Since superstitions, myths, stigmas, taboos and prejudices play a vital part in influencing the mentality of the gullible religious flocks, astute ecclesiastics invariably include these occult elements in their religious dogmas. Because of the religious flocks’ gullibility the dogmatic orthodoxy has always been in control of the seats of power of the religious institutions. In the annals of human history there have been instances of orthodox ecclesiastics of every religion persecuting rational minded people who had the spiritual awareness and strength of their convictions to challenge formers' mystifying dogmas and occult religiosity.

Additional and controversial ideas from this article *continued at this link *http://www.sikhsundesh.net/excommunication.htm


----------



## spnadmin (Jul 22, 2009)

*Re: Excommunication of a Sikh ?*

Tejwant ji

In response to your question regarding the first excommunication - which is a poor equivalent for Tankhaiya, this may explain. But it is sure as well to be debatable. 

In 1661, his eldest son and celebrated scholar Ram Rai  (son of Guru Har Rai Sahib) was              sent to the court of Emperor Aurangzeb for rendering explanation of              certain hymns misunderstood by the Mughal Durbar. Instead of doing              justice to the theme as contained in a Shabad, he avoided facing a              debate and replaced while quoting from Guru Granth Sahib only one              word. When Guru Har Rai Sahib learnt about this, he asked his son              not to show his face and also instructed the Sikhs not to have any              worldly terms with him and his people.  


Here is the source article: WSN-Special Report-Unchallengeable Authenticity of Guru Granth Sahib

Some of the information in the article is subject to question (e.g., the excommunication of Rosana Spokesman, Chief Editor, Jogendar Singh) as there may be overstatements. Tankhaiya is not exactly excommunication and is more like banning.


----------



## vsgrewal48895 (Jul 22, 2009)

*Re: Excommunication of a Sikh ?*

Dear Narayanjot Ji,

I have a simple question on the subject. 

How excommunication does affect a Sikh with out 5 K's e.g. me? I am old, retired, and controversial to some, have Gurudwara in my home, have Sikh and other friends for social purposes and have no inclination to go to India?

Should I be excommunicated what will be my status on SPN forum?

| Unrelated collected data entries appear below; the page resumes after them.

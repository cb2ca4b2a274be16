package service

import (
	"math"

	pb "limitary/api/limitary/v1"
	"limitary/internal/chart"
	"limitary/internal/decimal"
	"limitary/internal/definition"
	"limitary/internal/judge"
	"limitary/internal/rules"
)

// kindFromProto reads a chart kind; unspecified is chart.Given, which only inline limits may have.
func kindFromProto(field string, k pb.ChartKind) (chart.Kind, error) {
	if k < pb.ChartKind_CHART_KIND_UNSPECIFIED || k > pb.ChartKind_CHART_KIND_RELATIVE_RANGE {
		return chart.Given, definition.Invalid(field, "%d: no such value", k)
	}
	return chart.Kind(k), nil
}

func kindToProto(k chart.Kind) pb.ChartKind { return pb.ChartKind(k) }

func basisFromProto(b pb.Basis) (chart.Basis, error) {
	switch {
	case b == pb.Basis_BASIS_UNSPECIFIED:
		return chart.SigmaMultiple, nil
	case b < 0 || b > pb.Basis_BASIS_ABSENT:
		return 0, definition.Invalid("basis", "%d: no such value", b)
	}
	return chart.Basis(b - pb.Basis_BASIS_SIGMA_MULTIPLE), nil
}

// fixedLine reads a line whose position does not follow from sigma, or an absent one.
func fixedLine(in *pb.Line) (chart.Line, error) {
	basis, err := basisFromProto(in.GetBasis())
	if err != nil {
		return chart.Line{}, err
	}
	line := chart.Line{Basis: basis}
	switch {
	case basis == chart.Absent && in.Value != nil:
		return line, definition.Invalid("value", "%v is given, but the basis is ABSENT", in.GetValue())
	case in.GetTail() != 0 && basis != chart.TailProbability:
		return line, definition.Invalid("tail", "%v is given, but the basis is not TAIL_PROBABILITY", in.GetTail())
	case basis == chart.Absent || basis == chart.SigmaMultiple:
		return line, nil
	case in.Value == nil:
		return line, definition.Invalid("value", "is not set; a line of this basis needs it")
	case math.IsNaN(in.GetValue()) || math.IsInf(in.GetValue(), 0):
		return line, definition.Invalid("value", "%v: want a finite number", in.GetValue())
	case basis == chart.TailProbability && !(in.GetTail() > 0 && in.GetTail() < 0.5):
		return line, definition.Invalid("tail", "%v: want more than 0 and less than 0.5", in.GetTail())
	}
	line.Value, line.Tail = in.GetValue(), in.GetTail()
	return line, nil
}

// lineFromProto reads a line of a trace. One of basis SIGMA_MULTIPLE follows from centre and sigma; where it has a value
// all the same, the value must lie where the line is judged.
func lineFromProto(in *pb.Line, t chart.Trace, multiple float64, places int) (chart.Line, error) {
	if in == nil {
		return chart.Line{}, nil
	}
	line, err := fixedLine(in)
	if err != nil || line.Basis != chart.SigmaMultiple || in.Value == nil {
		return line, err
	}
	if t.Centre == nil || t.Sigma == nil {
		return line, definition.Invalid("value", "%v: a line of basis SIGMA_MULTIPLE needs the trace's centre and sigma", in.GetValue())
	}
	where := decimal.Line(*t.Centre, multiple, *t.Sigma, places)
	if !(math.Abs(in.GetValue()-where) <= 1e-9*max(math.Abs(where), *t.Sigma)) {
		return line, definition.Invalid("value", "%v: a line of basis SIGMA_MULTIPLE lies at %v here, centre %+v times sigma in the published decimals; give another basis, or leave the value out",
			in.GetValue(), where, multiple)
	}
	line.Value = where
	return line, nil
}

// traceFromProto reads centre, sigma, lines and rules of a trace. The judge checks what they mean together.
func traceFromProto(in *pb.TraceLimits, places int) (*judge.Trace, string, error) {
	if in == nil {
		return nil, "", nil
	}
	for field, x := range map[string]*float64{"centre": in.Centre, "sigma": in.Sigma} {
		if x != nil && (math.IsNaN(*x) || math.IsInf(*x, 0)) {
			return nil, "", definition.Invalid(field, "%v: want a finite number", *x)
		}
	}
	t := chart.Trace{Centre: in.Centre, Sigma: in.Sigma}
	for _, l := range []struct {
		field    string
		in       *pb.Line
		out      *chart.Line
		multiple float64
	}{
		{"lower_action", in.LowerAction, &t.LowerAction, -chart.ActionMultiple},
		{"upper_action", in.UpperAction, &t.UpperAction, chart.ActionMultiple},
		{"lower_warning", in.LowerWarning, &t.LowerWarning, -chart.WarningMultiple},
		{"upper_warning", in.UpperWarning, &t.UpperWarning, chart.WarningMultiple},
	} {
		line, err := lineFromProto(l.in, t, l.multiple, places)
		if err != nil {
			return nil, "", under(l.field, err)
		}
		*l.out = line
	}
	specs, err := rulesFromProto(in.Rules, in.RuleSet)
	if err != nil {
		return nil, "", err
	}
	return &judge.Trace{Trace: t, Rules: specs}, in.RuleSet, nil
}

// rulesFromProto reads rules given one by one or by the name of a set; neither gives none.
func rulesFromProto(specs []*pb.RuleSpec, set string) ([]rules.Spec, error) {
	if set == "" {
		return specsFromProto("rules", specs)
	}
	if len(specs) > 0 {
		return nil, definition.Invalid("rule_set", "%q is given beside %d rules; give exactly one of rules and rule_set", clip(set), len(specs))
	}
	found, ok := catalogue()[set]
	if !ok {
		return nil, definition.Invalid("rule_set", "%q: no such set; ListRules names them", clip(set))
	}
	return found.Rules, nil
}

// traceToProto writes a trace with all its rules and, where they come from a published set, the set's name beside them.
func traceToProto(t chart.Trace, specs []rules.Spec, set string) *pb.TraceLimits {
	out := &pb.TraceLimits{
		Centre: t.Centre, Sigma: t.Sigma,
		LowerAction: lineToProto(t.LowerAction), UpperAction: lineToProto(t.UpperAction),
		LowerWarning: lineToProto(t.LowerWarning), UpperWarning: lineToProto(t.UpperWarning),
		Rules: specsToProto(specs), RuleSet: set,
	}
	return out
}

// hideImpossible leaves out where a line of counts lies that no count of the published size can be beyond; samples of
// another size may have such a line, which is why its basis stays.
func hideImpossible(kind chart.Kind, t *pb.TraceLimits) {
	if !kind.Counts() {
		return
	}
	for _, l := range []*pb.Line{t.LowerAction, t.LowerWarning} {
		if l.Value != nil && *l.Value <= 0 && follows(l) {
			l.Value = nil
		}
	}
	for _, l := range []*pb.Line{t.UpperAction, t.UpperWarning} {
		if kind == chart.P && l.Value != nil && *l.Value >= 1 && follows(l) {
			l.Value = nil
		}
	}
}

// follows reports a line that follows from the centre, as opposed to one that somebody set.
func follows(l *pb.Line) bool {
	return l.Basis == pb.Basis_BASIS_SIGMA_MULTIPLE || l.Basis == pb.Basis_BASIS_TAIL_PROBABILITY
}

func lineToProto(l chart.Line) *pb.Line {
	out := &pb.Line{Basis: pb.Basis(l.Basis) + pb.Basis_BASIS_SIGMA_MULTIPLE, Tail: l.Tail}
	if l.Basis != chart.Absent {
		out.Value = &l.Value
	}
	return out
}
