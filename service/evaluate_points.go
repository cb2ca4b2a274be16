package service

import (
	"fmt"
	"math"

	pb "limitary/api/limitary/v1"
	"limitary/internal/chart"
	"limitary/internal/decimal"
	"limitary/internal/definition"
	"limitary/internal/judge"
)

// pointFromProto makes a point for a judge of limits; one holds the value of a statistic.
func pointFromProto(in *pb.Point, l judge.Limits, one *[1]float64) (judge.Point, error) {
	pt := judge.Point{Centre: in.Centre, Sigma: in.Sigma, Break: in.GetBreakBefore(), Material: in.GetMaterial()}
	if (in.Centre != nil || in.Sigma != nil) && l.Kind != chart.Given {
		return pt, definition.Invalid("centre", "centre and sigma of a point are given, but they follow from the number of readings on a chart of kind %s", l.Kind)
	}
	if in.Centre != nil && !finite(*in.Centre) {
		return pt, definition.Invalid("centre", "%v: want a finite number", *in.Centre)
	}
	if in.Sigma != nil && !(finite(*in.Sigma) && *in.Sigma > 0) {
		return pt, definition.Invalid("sigma", "%v: want a finite number above 0", *in.Sigma)
	}
	switch v := in.GetValue().(type) {
	case nil: // no result
	case *pb.Point_Statistic:
		if l.Kind != chart.Given && l.Kind != chart.Individuals {
			return pt, definition.Invalid("statistic", "%v: a chart of kind %s takes %s", v.Statistic, l.Kind, takes(l.Kind))
		}
		if !finite(v.Statistic) {
			return pt, definition.Invalid("statistic", "%v: want a finite number; a point without a value is no result", v.Statistic)
		}
		one[0] = v.Statistic
		pt.Readings = one[:]
	case *pb.Point_Readings:
		if err := checkReadings(v.Readings.GetValues(), l); err != nil {
			return pt, err
		}
		bounds, err := boundsFromProto(v.Readings)
		if err != nil {
			return pt, err
		}
		pt.Readings, pt.Bounds = v.Readings.GetValues(), bounds
	case *pb.Point_Count:
		if !l.Kind.Counts() {
			return pt, noCounts("count", l.Kind)
		}
		pt.Count = &chart.Count{Nonconforming: v.Count.GetNonconforming(), Inspected: v.Count.GetInspected()}
		if err := l.Kind.CheckCount(*pt.Count, l.SubgroupSize); err != nil {
			return pt, definition.Invalid("count", "%v", err)
		}
	}
	return pt, nil
}

func noCounts(field string, k chart.Kind) error {
	if k == chart.Given {
		return definition.Invalid(field, "is given, but the limits are for statistics plotted as given")
	}
	return definition.Invalid(field, "is given, but a chart of kind %s takes readings", k)
}

func checkReadings(values []float64, l judge.Limits) error {
	n := len(values)
	switch {
	case l.Kind.Counts():
		return definition.Invalid("readings", "are given, but a chart of kind %s takes counts", l.Kind)
	case l.Kind == chart.Given:
		return definition.Invalid("readings", "are given, but no kind; send the statistic that is plotted, or name a kind")
	case n == 0 || n > l.SubgroupSize:
		return &definition.Error{Reason: definition.WrongReadingCount, Field: "readings",
			Text: fmt.Sprintf("%d readings: want 1 to %d, the subgroup size", n, l.SubgroupSize)}
	case n < l.SubgroupSize && l.ProcessSigma == 0:
		return definition.Invalid("readings", "%d of %d readings, and the sigma of a single reading is not known; give process_sigma", n, l.SubgroupSize)
	}
	for i, x := range values {
		if !finite(x) {
			return definition.Invalid(fmt.Sprintf("readings.values[%d]", i), "%v: want a finite number", x)
		}
	}
	return nil
}

// boundsFromProto gives a bound for each reading, nil where all are measured.
func boundsFromProto(in *pb.Readings) ([]decimal.Bound, error) {
	given := in.GetBounds()
	if len(given) == 0 {
		return nil, nil
	}
	if len(given) != len(in.GetValues()) {
		return nil, definition.Invalid("readings.bounds", "%d bounds for %d values: want as many, or none where all are measured", len(given), len(in.GetValues()))
	}
	bounds, bounded := make([]decimal.Bound, len(given)), false
	for i, g := range given {
		switch g {
		case pb.ReadingBound_READING_BOUND_UNSPECIFIED:
		case pb.ReadingBound_READING_BOUND_BELOW:
			bounds[i], bounded = decimal.Below, true
		case pb.ReadingBound_READING_BOUND_ABOVE:
			bounds[i], bounded = decimal.Above, true
		default:
			return nil, definition.Invalid(fmt.Sprintf("readings.bounds[%d]", i), "%d: no such value", g)
		}
	}
	if !bounded {
		return nil, nil
	}
	return bounds, nil
}

func finite(x float64) bool { return !math.IsNaN(x) && !math.IsInf(x, 0) }
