package service

import (
	"fmt"
	"math"

	pb "limitary/api/limitary/v1"
	"limitary/internal/chart"
	"limitary/internal/definition"
	"limitary/internal/judge"
	"limitary/internal/store"
)

// series judges single values. Without DETAIL_FULL the judge takes them as a whole, which is many times faster.
func (b *evaluator) series(with resolved, values []float64, firstJudged int) (*pb.EvaluationResult, error) {
	j := with.judge
	if k := j.Limits().Kind; k != chart.Given && k != chart.Individuals {
		return nil, definition.Invalid("series", "has one value a point, but the limits are of kind %s; send points with readings", k)
	}
	for i, x := range values {
		if math.IsInf(x, 0) {
			return nil, definition.Invalid(fmt.Sprintf("series.values[%d]", i), "%v: want a finite number, or NaN for no result", x)
		}
	}
	if b.full || with.after != nil {
		w := with.walk(len(values), firstJudged, b.full)
		for i := range values {
			if err := w.next(seriesPoint(values, i)); err != nil {
				return nil, err
			}
		}
		return w.result(), nil
	}
	return seriesAtOnce(j, values, firstJudged), nil
}

func seriesAtOnce(j *judge.Judge, values []float64, firstJudged int) *pb.EvaluationResult {
	all := j.Series(values)
	for len(all) > 0 && all[0].Point < firstJudged {
		all = all[1:]
	}
	out := &pb.EvaluationResult{Hits: make([]*pb.Hit, len(all))}
	slab := make([]pb.Hit, len(all))
	worst := judge.NotJudged
	for _, x := range values[firstJudged:] {
		if !math.IsNaN(x) {
			out.PointsJudged++
		}
	}
	if out.PointsJudged > 0 {
		worst = judge.Clear
	}
	for i, h := range all {
		spec := &j.Plan(h.Role).Specs()[h.Rule]
		worst = max(worst, judge.StandingOf(spec.Consequence))
		out.Hits[i] = &slab[i]
		slab[i].Point, slab[i].Trace, slab[i].Rule = int32(h.Point), roleToProto(h.Role), spec.ID
		slab[i].Side, slab[i].Consequence = sideToProto(h.Side), consequenceToProto(spec.Consequence)
		slab[i].WindowFirst, slab[i].FirstCounting = int32(h.WindowFirst), int32(h.FirstCounting)
	}
	out.Standing = standingToProto(worst)
	return out
}

// seriesPoint gives value i as a point.
func seriesPoint(values []float64, i int) judge.Point {
	if math.IsNaN(values[i]) {
		return judge.Point{}
	}
	return judge.Point{Readings: values[i : i+1 : i+1]}
}

// points judges subgroups or statistics one by one.
func (b *evaluator) points(with resolved, points []*pb.Point, firstJudged int) (*pb.EvaluationResult, error) {
	w := with.walk(len(points), firstJudged, b.full)
	limits := with.judge.Limits()
	var one [1]float64 // the judge keeps no reading, so the statistics can share their place
	for i, p := range points {
		pt, err := pointFromProto(p, limits, &one)
		if err != nil {
			return nil, under(fmt.Sprintf("points.points[%d]", i), err)
		}
		if err := w.next(pt); err != nil {
			return nil, err
		}
	}
	return w.result(), nil
}

// walk judges points in order and collects the answer.
type walk struct {
	judge *judge.Judge
	state *judge.State
	// after is set where the points continue a stored track, which then keeps the state.
	after       *store.Continuation
	verdict     judge.Verdict
	index       int
	firstJudged int
	full        bool
	worst       judge.Standing
	out         *pb.EvaluationResult
	// places has, for each trace, the index of every point it has had: hits count back in points of their trace.
	places [chart.Roles][]int32
}

func newWalk(j *judge.Judge, n, firstJudged int, full bool) *walk {
	w := &walk{judge: j, state: j.NewState(), firstJudged: firstJudged, full: full, out: &pb.EvaluationResult{}}
	for role := range w.places {
		if j.Plan(chart.Role(role)) != nil {
			w.places[role] = make([]int32, 0, n)
		}
	}
	if full {
		w.out.Verdicts = make([]*pb.PointVerdict, 0, n-firstJudged)
	}
	return w
}

// next judges the next point, of a stored track where there is one.
func (w *walk) next(pt judge.Point) error {
	if w.after != nil {
		return w.continued(pt)
	}
	w.take(pt)
	return nil
}

// take judges the next point of what was sent.
func (w *walk) take(pt judge.Point) {
	v := &w.verdict
	w.judge.Judge(w.state, pt, v)
	for role, t := range v.Traces {
		if t.Point {
			w.places[role] = append(w.places[role], int32(w.index))
		}
	}
	var hits []*pb.Hit
	for _, h := range v.Hits {
		spec := &w.judge.Plan(h.Role).Specs()[h.Rule]
		places := w.places[h.Role]
		last := len(places) - 1
		hits = append(hits, &pb.Hit{
			Point: int32(w.index), Trace: roleToProto(h.Role), Rule: spec.ID, Side: sideToProto(h.Side),
			WindowFirst: places[last-h.WindowBack], FirstCounting: places[last-h.FirstBack],
			Consequence: consequenceToProto(spec.Consequence),
		})
	}
	w.report(hits, pt.Material)
}

// report answers for the newest point.
func (w *walk) report(hits []*pb.Hit, material string) {
	at := w.index
	w.index++
	if at < w.firstJudged {
		return
	}
	if w.verdict.Standing != judge.NotJudged {
		w.out.PointsJudged++
	}
	w.worst = max(w.worst, w.verdict.Standing)
	w.out.Hits = append(w.out.Hits, hits...)
	if w.full {
		w.out.Verdicts = append(w.out.Verdicts, w.pointVerdict(at, material, hits))
	}
}

func (w *walk) pointVerdict(at int, material string, hits []*pb.Hit) *pb.PointVerdict {
	v := &w.verdict
	out := &pb.PointVerdict{Point: int32(at), Standing: standingToProto(v.Standing), Reason: notJudgedToProto(v.Reason), ByBound: v.ByBound}
	for role, t := range v.Traces {
		if !t.Point {
			continue
		}
		lines := w.judge.Lines(chart.Role(role), t.Scale)
		trace := traceVerdictToProto(t.Statistic, t.Scale, lines)
		trace.Original = originalVerdict(w.judge, chart.Role(role), material, t.Statistic, lines)
		for _, h := range hits {
			if h.Trace == roleToProto(chart.Role(role)) {
				trace.Hits = append(trace.Hits, h)
			}
		}
		if chart.Role(role) == chart.Location {
			out.Location = trace
		} else {
			out.Dispersion = trace
		}
	}
	return out
}

func (w *walk) result() *pb.EvaluationResult {
	w.out.Standing = standingToProto(w.worst)
	return w.out
}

Does SPN forum falls under the control of Akal Takhat?

Cordially, 

Virinder


----------



## spnadmin (Jul 22, 2009)

*Re: Excommunication of a Sikh ?*



vsgrewal48895 said:


> Dear Narayanjot Ji,
> 
> I have a simple question on the subject.
> 
> ...



Virinder ji 

Any response I would give you would be my own opinion which is fallible. I think that the obvious and common sense answer is that you have little to fear in that regard. Here a some reasons for my opinion: a) Akal Takht is one of several Takhts and its jurisdiction is not comprehensive; b) The SPN forum does not to my knowledge fall under the jurisdiction of Akal Takht; c) You would be called in India in the event of proceedings so I don't know how they would catch up with you, assuming they were interested in doing so. That is about all I can offer. I often wonder myself where I stand with Akal Takht.


----------



## Tejwant Singh (Jul 22, 2009)

*Re: Excommunication of a Sikh ?*



Narayanjot Kaur said:


> Tejwant ji
> 
> In response to your question regarding the first excommunication - which is a poor equivalent for Tankhaiya, this may explain. But it is sure as well to be debatable.
> 
> *In 1661, his eldest son and celebrated scholar Ram Rai  (son of Guru Har Rai Sahib) was              sent to the court of Emperor Aurangzeb for rendering explanation of              certain hymns misunderstood by the Mughal Durbar. Instead of doing              justice to the theme as contained in a Shabad, he avoided facing a              debate and replaced while quoting from Guru Granth Sahib only one              word. When Guru Har Rai Sahib learnt about this, he asked his son              not to show his face and also instructed the Sikhs not to have any              worldly terms with him and his people.  *



Narayanjot ji,

Guru Fateh.

We talked about the above Sakhi in one of the  other threads about Potter meaning Allah in Islam and I also mentioned that I do not believe that the above Sakhi ever took place and gave my reasons for that.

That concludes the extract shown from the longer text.